Researchers from Johns Hopkins University have developed DIMON — a new AI that solves complex partial differential equations at unprecedented speeds, promising transformative impacts on engineering and medical fields.
Engineering and medical research are on the brink of a revolution thanks to a novel AI framework called DIMON (Diffeomorphic Mapping Operator Learning). Developed by a team at Johns Hopkins University, this groundbreaking technology enables personal computers to swiftly solve complex mathematical problems, a task traditionally reserved for supercomputers.
The innovation, detailed in an article published in the journal Nature Computational Science, has wide-ranging implications for fields requiring modeling of dynamic geographical and structural stress responses — from crash testing and spacecraft behavior to cardiac health diagnostics and treatment.

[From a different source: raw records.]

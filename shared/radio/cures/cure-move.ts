/**
 * Where to move the IF.
 *
 * @module radio/cures/cure-move
 */
import { judgeCandidates } from '../candidates/candidates.ts';
import type { CuresInput } from './cure-bench.ts';
import type { Receiver } from '../receiver.ts';

const MOST_CANDIDATES = 120;
const FEWEST_CANDIDATES = 24;
/** Candidates times listed frequencies, bands and periods: what bounds the time it takes. */
const BUDGET = 3_000_000;
/** Finer than an IF is aligned, hertz. */
const FINEST_STEP_HZ = 100;

/**
 * The best reachable IF, in the order of candidates. The longer the list and the more the bands,
 * the wider the steps.
 *
 * @param input Receiver, site and stations.
 * @returns Hertz; null where none within reach has a smaller deficit than the present IF.
 *
 * @example
 *   betterIf(input); // 555000 for an IF of 560 kHz with strong stations on 550 and 560 kHz
 */
export function betterIf(input: CuresInput): number | null {
  const { receiver, site, stations, fields, raster, ...ask } = input;
  const range = reachableRange(receiver, candidatesFor(input));
  if (range === null) return null;
  const cases = [{ site, stations, fields, raster }];
  const { present, candidates } = judgeCandidates({ ...ask, ...range, receiver, cases });
  const [best] = candidates;
  const pays = best?.reachable.ok === true && best.deficitDb < present.deficitDb;
  return pays ? best.ifHz : null;
}

function candidatesFor({ receiver, stations, periods }: CuresInput): number {
  const frequencies = new Set(stations.map(({ frequencyHz }) => frequencyHz)).size;
  const each = Math.max(1, frequencies) * receiver.bands.length * periods.length;
  return Math.min(MOST_CANDIDATES, Math.max(FEWEST_CANDIDATES, Math.floor(BUDGET / each)));
}

/** What cores, a fixed filter and the beat oscillator allow, in steps from the present IF. */
function reachableRange(
  receiver: Receiver,
  candidates: number,
): { readonly fromHz: number; readonly toHz: number; readonly stepHz: number } | null {
  const { ifHz, ifRange, bfo, fixedFilter } = receiver;
  const eitherSideHz = Math.min(ifRange * ifHz, bfo?.rangeHz ?? Infinity);
  const { centreHz = ifHz, widthHz = Infinity } = fixedFilter ?? {};
  const lowHz = Math.max(ifHz - eitherSideHz, centreHz - widthHz / 2);
  const highHz = Math.min(ifHz + eitherSideHz, centreHz + widthHz / 2);
  const share = (highHz - lowHz) / candidates;
  const stepHz = Math.max(1, Math.ceil(share / FINEST_STEP_HZ)) * FINEST_STEP_HZ;
  const fromHz = ifHz - Math.floor((ifHz - lowHz) / stepHz) * stepHz;
  const toHz = ifHz + Math.floor((highHz - ifHz) / stepHz) * stepHz;
  return toHz >= fromHz ? { fromHz, toHz, stepHz } : null;
}
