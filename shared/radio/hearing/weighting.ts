/**
 * What an interferer at a distance from the IF's centre is worth to a listener, relative to the
 * same programme on the same frequency.
 *
 * Source: own model; network of ITU-R BS.468, from memory, not re-read.
 *
 * @module radio/hearing/weighting
 */
import { earWeighting, earWeightingPower } from './ear-weighting.ts';
import type { ProgrammeBand } from './programme.ts';
import type { IfSelectivity } from '../circuits/selectivity.ts';

/** Below this beat the carriers count as locked: no whistle, and the sidebands add up. */
const LOCKED_HZ = 50;
/** Power of a carrier over that of its programme at 30 % modulation (rms), as a power of ten. */
const CARRIER_OVER_PROGRAMME = 10 ** 0.74;

/** Weighting against distance from the centre, decibels. */
export type Weighting = (beatHz: number) => number;

/**
 * Weighting of a carrier with a programme, heard by a listener to a programme.
 *
 *     G(d)  = 10^{[-A_IF(d) - A_audio(|d|) + w468(|d|)]/10}, G(0) = 0
 *     R     = sum p_j G(f_j)
 *     D(b)  = kappa sum p_j [G(b - f_j) + G(b + f_j)] / R, kappa 1/2 below 50 Hz, 1/4 from there
 *     C(b)  = 10^0.74 G(b) / R from 50 Hz, 0 below
 *     W0(b) = 10 log10[C(b) + D(b)],   A_audio(f) = 10 log10[1 + (f/fa)^4]
 *
 * Beside it, from memory: relative protection ratios of ITU-R BS.560 in HF planning (-3 dB at
 * 5 kHz, -35 at 10) and GE75 (-21 at 9 kHz) lie between those of a broad and a narrow set.
 *
 * @param selectivity The IF amplifier.
 * @param audioCornerHz Corner fa of the audio stage, hertz; null: none.
 * @param programme Third-octave bands of the emission.
 * @returns W0; 0 dB at 0.
 * @throws {RangeError} If the corner is not above 0.
 *
 * @example
 *   const w = programmeWeighting(ifSelectivity({ kind: 'widths', b6Hz: 6000, b60Hz: 22000 }, 455e3),
 *     3500, programmeBands(4500));
 *   w(1000); // 9.33
 */
export function programmeWeighting(
  selectivity: IfSelectivity,
  audioCornerHz: number | null,
  programme: readonly ProgrammeBand[],
): Weighting {
  if (audioCornerHz !== null && !(audioCornerHz > 0)) {
    throw new RangeError(`audioCornerHz must be above 0, got ${audioCornerHz}`);
  }
  const heard = remembered((f) => {
    const audio = audioCornerHz === null ? 1 : 1 + (f / audioCornerHz) ** 4;
    return (10 ** (-selectivity.rejectionDb(f) / 10) / audio) * earWeightingPower(f);
  });
  const reference = programme.reduce((sum, { hz, share }) => sum + share * heard(hz), 0);
  return (beatHz) => {
    const locked = beatHz < LOCKED_HZ;
    const sidebands = programme.reduce(
      (sum, { hz, share }) => sum + share * (heard(beatHz - hz) + heard(beatHz + hz)),
      0,
    );
    const carrier = locked ? 0 : CARRIER_OVER_PROGRAMME * heard(beatHz);
    return 10 * Math.log10((carrier + (locked ? 0.5 : 0.25) * sidebands) / reference);
  };
}

/**
 * Weighting of a carrier, heard beside a telegraphy signal or beacon through a beat oscillator.
 *
 *     W0(b) = -A_IF(b) + max[w468(|b - p|), w468(b + p)] - w468(p)
 *
 * @param selectivity The IF amplifier.
 * @param pitchHz Pitch p of the wanted signal, hertz, above 0.
 * @returns W0.
 * @throws {RangeError} If the pitch is not above 0.
 *
 * @example
 *   const w = toneWeighting(ifSelectivity({ kind: 'widths', b6Hz: 6000, b60Hz: 22000 }, 455e3), 1000);
 *   w(2000); // 8.4: the beat of 3 kHz is where the ear is keen
 */
export function toneWeighting(selectivity: IfSelectivity, pitchHz: number): Weighting {
  if (!(pitchHz > 0)) throw new RangeError(`pitchHz must be above 0, got ${pitchHz}`);
  const own = earWeighting(pitchHz);
  return (beatHz) =>
    Math.max(earWeighting(Math.abs(beatHz - pitchHz)), earWeighting(beatHz + pitchHz)) -
    own -
    selectivity.rejectionDb(beatHz);
}

/** A function of |x| that keeps its values: the same sums and differences come up again and again. */
function remembered(of: (x: number) => number): (x: number) => number {
  const known = new Map<number, number>();
  return (x) => {
    const size = Math.abs(x);
    const value = known.get(size) ?? of(size);
    known.set(size, value);
    return value;
  };
}
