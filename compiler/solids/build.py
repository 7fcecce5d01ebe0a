"""A recipe to a mesh: the whole tree of steps in one boolean evaluation, every face knowing where it comes from.

The boolean kernel keeps, for every triangle, which original it was cut from (run), the placement of that original,
whether the solid lies behind it, and a face number of ours: the row of the original's surface. From these the
analytic surface of every face follows, and from it patches and normals (`finish`).
"""

from __future__ import annotations

import hashlib
from collections.abc import Callable, Iterator, Sequence
from dataclasses import dataclass, field

import manifold3d
import numpy as np
from manifold3d import Manifold, OpType
from numpy.typing import NDArray
from platewright.backend.contract import Mesh

from . import transform
from .finish import finish
from .flaw import Flaw, SolidError
from .ladder import MAX_COPIES, MAX_DEPTH, MAX_TRIANGLES
from .levels import Levels, axis_planes
from .recipe import Affine, Placed, Primitive, Recipe
from .shell import Shell
from .surfaces import Surfaces, concatenate, place, placed_normals
from .tessellate import count_triangles, problems_of, rise, tessellate
from .topology import SPECK, in_use, without_specks

F64 = NDArray[np.float64]
I64 = NDArray[np.int64]

BUILD_VERSION = 1
"""Part of every mesh's key; changes when the same recipe gives other triangles."""
VOLUME_SLACK = 1e-9
"""Volumes may leave the bounds of set algebra by this part of what was added: rounding, nothing more."""


def build(recipe: Recipe, rung: float) -> tuple[Mesh | None, tuple[Flaw, ...]]:
    """Build one part at a chord error of `rung` mm, in the part's frame.

    Returns None with at least one error among the flaws, or a mesh with warnings at most. Flaws: `too-large`,
    `nothing-to-cut`, `empty-part`, `several-pieces` (warning), `boolean-failed`, and those of outlines
    (`no-area`, `outline-crosses-itself`, `hole-outside`, `negative-radius`) and `torus-meets-itself`.
    SolidError means that the recipe should have been refused before. The same recipe and rung give the same bytes.
    """
    flaws = _before(recipe, rung)
    if flaws:
        return None, flaws
    only = _only_shape(recipe)
    if only is not None:
        return _from_shell(key_of(recipe, rung), only, rung), ()
    workshop = _Workshop(rung)
    whole = workshop.make(recipe, 1.0)
    surfaces = [] if whole.manifold.is_empty() else whole.manifold.decompose()
    pieces = [piece for piece in surfaces if not _is_speck(piece, whole.manifold)]
    flaws = (*workshop.flaws, *_after(whole, pieces, recipe))
    if any(flaw.is_error for flaw in flaws):
        return None, flaws
    has_specks = len(pieces) < len(surfaces)
    return _from_manifold(key_of(recipe, rung), whole.manifold, workshop.leaves, has_specks), flaws


def key_of(recipe: Recipe, rung: float) -> str:
    """The content hash that names the mesh: sha256 of build version, rung and recipe, 64 hexadecimal digits."""
    return hashlib.sha256(f"{BUILD_VERSION} {rung!r} {recipe!r}".encode()).hexdigest()


@dataclass(frozen=True, eq=False, slots=True)
class _Leaf:
    """An original of the boolean kernel: run `number` is a placed copy of it."""

    number: int
    source: int
    shell: Shell


@dataclass(frozen=True, eq=False, slots=True)
class _Body:
    """A solid in some frame: its manifold, the planes whose heights may have to agree with others', bounds on its
    volume by set algebra, and a box (2,3) round all shapes it is made of.
    """

    manifold: Manifold
    planes: F64
    volume: tuple[float, float]
    box: F64


@dataclass(frozen=True, eq=False, slots=True)
class _Group:
    """A body at several placements (n,3,4)."""

    body: _Body
    placements: F64

    def manifolds(self, to_correct: NDArray[np.bool_], correct: Callable[[F64], F64]) -> Iterator[Manifold]:
        for placement, is_off in zip(self.placements, to_correct, strict=True):
            moved = _moved(self.body.manifold, placement)
            yield moved.warp_batch(correct) if is_off else moved

    def box(self) -> F64:
        """A box (2,3) round all copies."""
        middle, half = self.body.box.mean(axis=0), np.ptp(self.body.box, axis=0) / 2.0
        centre = self.placements[:, :, :3] @ middle + self.placements[:, :, 3]
        reach = np.abs(self.placements[:, :, :3]) @ half
        return np.array(((centre - reach).min(axis=0), (centre + reach).max(axis=0)))

    def volumes(self) -> tuple[float, float]:
        """Bounds on what the copies fill together: at least the largest of them, at most their sum."""
        size = np.abs(np.linalg.det(self.placements[:, :, :3]))
        return self.body.volume[0] * float(size.max()), self.body.volume[1] * float(size.sum())


@dataclass(slots=True)
class _Workshop:
    """One evaluation: shells by shape and scale, bodies by recipe and scale, leaves in the order made."""

    rung: float
    leaves: list[_Leaf] = field(default_factory=list)
    flaws: list[Flaw] = field(default_factory=list)
    _shells: dict[tuple[Primitive, float], tuple[Shell, float]] = field(default_factory=dict)
    _bodies: dict[tuple[int, float], _Body] = field(default_factory=dict)

    def make(self, recipe: Recipe, grown: float) -> _Body:
        """The solid of a recipe that will be scaled by `grown` at most when it reaches the part."""
        if (id(recipe), grown) not in self._bodies:
            self._bodies[id(recipe), grown] = self._made(recipe, grown)
        return self._bodies[id(recipe), grown]

    def _made(self, recipe: Recipe, grown: float) -> _Body:
        steps = [
            (s.operation, [group for placed in s.placed for group in self._groups(placed, grown)]) for s in recipe.steps
        ]
        levels = Levels([(group.body.planes, group.placements) for _, groups in steps for group in groups])
        box = _common_box([group.box() for _, groups in steps for group in groups])
        solid, low, high, n = Manifold(), 0.0, 0.0, 0
        for operation, groups in steps:
            if not groups:
                continue
            operands: list[Manifold] = []
            for group in groups:
                operands.extend(group.manifolds(levels.to_correct(n), levels.correct))
                n += 1
            solid = self._kept(solid, operands, box) if operation == "keep" else _combined(solid, operation, operands)
            low, high = _volume_bounds(low, high, operation, groups)
        return _Body(solid, levels.planes(), (low, high), box)

    def _kept(self, solid: Manifold, operands: list[Manifold], box: F64) -> Manifold:
        """What remains when the rest of a box round everything is cut away: the intersection leaves sheets of no
        thickness where solids touch, its difference does not. Where solids share faces either may go wrong, so each is
        held to the other, and where they differ to what a cut would take away.
        """
        margin = np.ptp(box, axis=0).max() / 4.0
        around = Manifold.cube((np.ptp(box, axis=0) + 2.0 * margin).tolist()).translate((box[0] - margin).tolist())
        kept = solid - Manifold.batch_boolean([around, *operands], OpType.Subtract)
        others = Manifold.batch_boolean(operands, OpType.Add)
        crossed, slack = solid ^ others, VOLUME_SLACK * solid.volume()
        if abs(kept.volume() - crossed.volume()) <= slack:
            return kept
        taken = solid.volume() - (solid - others).volume()
        best = min((kept, crossed), key=lambda each: abs(each.volume() - taken))
        if abs(best.volume() - taken) > slack:
            found = f"{best.volume():.6g} mm3 is kept where a cut takes {taken:.6g} mm3 away"
            self.flaws.append(
                Flaw("boolean-failed", -1, f"the shapes could not be combined: {found}", "please report it")
            )
        return best

    def _groups(self, placed: Placed, grown: float) -> Iterator[_Group]:
        """The shape at its placements, one group for each scale: what grows needs a finer division."""
        if not placed.placements:
            return
        lift = -rise(placed.shape) / 2 if placed.centred and not isinstance(placed.shape, Recipe) else 0.0
        placements = settled(placed.placements, lift)
        scales = transform.largest_scales(placements)
        for scale in np.unique(scales):
            yield _Group(self._body(placed, grown * float(scale)), placements[scales == scale])

    def _body(self, placed: Placed, grown: float) -> _Body:
        shape = placed.shape
        if isinstance(shape, Recipe):
            body = self.make(shape, grown)
            if any(step.operation != "add" for step in shape.steps) and body.manifold.is_empty():
                sentence = "nothing is left of the part that is used here"
                self.flaws.append(Flaw("empty-part", placed.source, sentence, "look at its cuts"))
            return body
        if (shape, grown) not in self._shells:
            shell = tessellate(shape, self.rung / grown)
            self._shells[shape, grown] = shell, _volume(shell)
        shell, volume = self._shells[shape, grown]
        number = Manifold.reserve_ids(1)
        self.leaves.append(_Leaf(number, placed.source, shell))
        box = np.array((shell.vertices.min(axis=0), shell.vertices.max(axis=0)))
        return _Body(_import(shell, number), axis_planes(shell.surfaces), (volume, volume), box)


def settled(placements: Sequence[Affine], lift: float = 0.0) -> F64:
    """Placements (n,3,4) with `lift` along the shape's own z before them, and shifts that are a rounding error away
    from a decimal of six places set to it, so that 0.1 + 0.2 stands where 0.3 does.
    """
    settled = np.array(placements, np.float64).reshape(-1, 3, 4)
    shift = settled[:, :, 3]
    if lift:
        shift += settled[:, :, 2] * lift
    decimal = np.round(shift, 6)
    near = np.abs(shift - decimal) <= 1e-14 * np.maximum(1.0, np.abs(shift).max(axis=1, initial=0.0))[:, None]
    shift[near] = decimal[near]
    return settled


def _before(recipe: Recipe, rung: float) -> tuple[Flaw, ...]:
    """Budgets and the mistakes of single shapes; nothing is tessellated."""
    copies, triangles = _totals(recipe, rung, {})
    hint = "use fewer copies or a coarser chord error"
    if copies > MAX_COPIES:
        return (
            Flaw("too-large", -1, f"the part is made of more than {MAX_COPIES} shapes, the limit named `copies`", hint),
        )
    if triangles > MAX_TRIANGLES:
        sentence = f"the part would take more than {MAX_TRIANGLES} triangles, the limit named `triangles`"
        return (Flaw("too-large", -1, sentence, hint),)
    found: dict[Flaw, None] = {}
    judged: dict[Primitive, tuple[tuple[str, str, str], ...]] = {}
    for placed in _all_placed(recipe, set()):
        if isinstance(placed.shape, Recipe):
            continue
        if placed.shape not in judged:
            judged[placed.shape] = tuple((p.code, p.sentence, p.hint) for p in problems_of(placed.shape))
        for code, sentence, hint in judged[placed.shape]:
            found[Flaw(code, placed.source, sentence, hint)] = None
    first = next((step for step in recipe.steps if step.placed), None)
    if first is not None and first.operation != "add":
        sentence = f"the part begins with a {first.operation}, but there is nothing to {first.operation} yet"
        found[Flaw("nothing-to-cut", first.placed[0].source, sentence, "add a shape first")] = None
    return tuple(found)


def _totals(recipe: Recipe, rung: float, known: dict[int, tuple[int, int]], depth: int = 1) -> tuple[int, int]:
    """Shapes and triangles with all copies; a recipe used twice is counted twice but walked once."""
    if depth > MAX_DEPTH:
        return MAX_COPIES + 1, 0
    if id(recipe) not in known:
        copies = triangles = 0
        for step in recipe.steps:
            for placed in step.placed:
                n = max(1, len(placed.placements))
                if n > MAX_COPIES:
                    return n, 0
                if isinstance(placed.shape, Recipe):
                    inner = _totals(placed.shape, rung, known, depth + 1)
                else:
                    inner = 1, count_triangles(placed.shape, rung / _largest_scale(placed))
                copies += n * inner[0]
                triangles += n * inner[1]
        # An empty recipe counts as one, so that no nest of them is larger than the budget.
        known[id(recipe)] = max(1, copies), triangles
    return known[id(recipe)]


def _largest_scale(placed: Placed) -> float:
    if not placed.placements:
        return 1.0
    placements = np.array(placed.placements)
    if not np.isfinite(placements).all() or not np.linalg.det(placements[:, :, :3]).all():
        raise SolidError("a placement is not finite, or flattens")
    return float(transform.largest_scales(placements).max())


def _all_placed(recipe: Recipe, seen: set[int]) -> Iterator[Placed]:
    if id(recipe) in seen:
        return
    seen.add(id(recipe))
    for step in recipe.steps:
        for placed in step.placed:
            yield placed
            if isinstance(placed.shape, Recipe):
                yield from _all_placed(placed.shape, seen)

“While the motivation to develop it came from our own work, this is a solution that we think will have generally a massive impact on various fields of engineering because it’s very generic and scalable,” co-lead author Natalia Trayanova, a biomedical engineering and medicine professor at Johns Hopkins University, said in a news release. “It can work basically on any problem, in any domain of science or engineering, to solve partial differential equations on multiple geometries, like in crash testing, orthopedics research or other complex problems where shapes, forces and materials change.”
DIMON addresses a pervasive issue in computational modeling: the need for repeated recalculations when shapes or conditions change. Traditional methods involve breaking down complex shapes into grids or meshes and solving the equations piecemeal — a laborious process that demands significant computational power and time.
The new AI framework, however, learns from patterns in physical systems, enabling it to predict behaviors such as heat, stress and motion without recalculating from scratch. This capability not only speeds up the problem-solving process but also makes it vastly more efficient.
Trayanova’s team has already tested DIMON on over 1,000 heart “digital twins” — detailed computer models of patients’ hearts. The AI demonstrated high prognostic accuracy in predicting how electrical signals propagate through each unique heart shape, which is crucial for diagnosing and treating cardiac arrhythmia.
“We’re bringing novel technology into the clinic, but a lot of our solutions are so slow it takes us about a week from when we scan a patient’s heart and solve the partial differential equations to predict if the patient is at high risk for sudden cardiac death and what is the best treatment plan,” added Trayanova, who directs the Johns Hopkins Alliance for Cardiovascular Diagnostic and Treatment Innovation. “With this new AI approach, the speed at which we can have a solution is unbelievable. The time to calculate the prediction of a heart digital twin is going to decrease from many hours to 30 seconds, and it will be done on a desktop computer rather than on a supercomputer, allowing us to make it part of the daily clinical workflow.”
This breakthrough could revolutionize medical diagnostics by reducing the time needed to predict patient outcomes and tailor treatment plans. Beyond health care, DIMON’s versatility makes it a game-changer for any field involving complex geometries and dynamic conditions, such as engineering design and optimization.
“For each problem, DIMON first solves the partial differential equations on a single shape and then maps the solution to multiple new shapes. This shape-shifting ability highlights its tremendous versatility,” Minglang Yin, a postdoctoral fellow in biomedical engineering at Johns Hopkins who developed the platform, said in the news release. “We are very excited to put it to work on many problems as well as to provide it to the broader community to accelerate their engineering design solutions.”
This breakthrough in AI technology holds promise to fundamentally alter the landscape of engineering and medical research by vastly accelerating the problem-solving process and reducing reliance on expensive computational resources. DIMON is poised to unlock new possibilities, offering unprecedented speed and efficiency in modeling and predicting real-world behaviors across various scientific domains.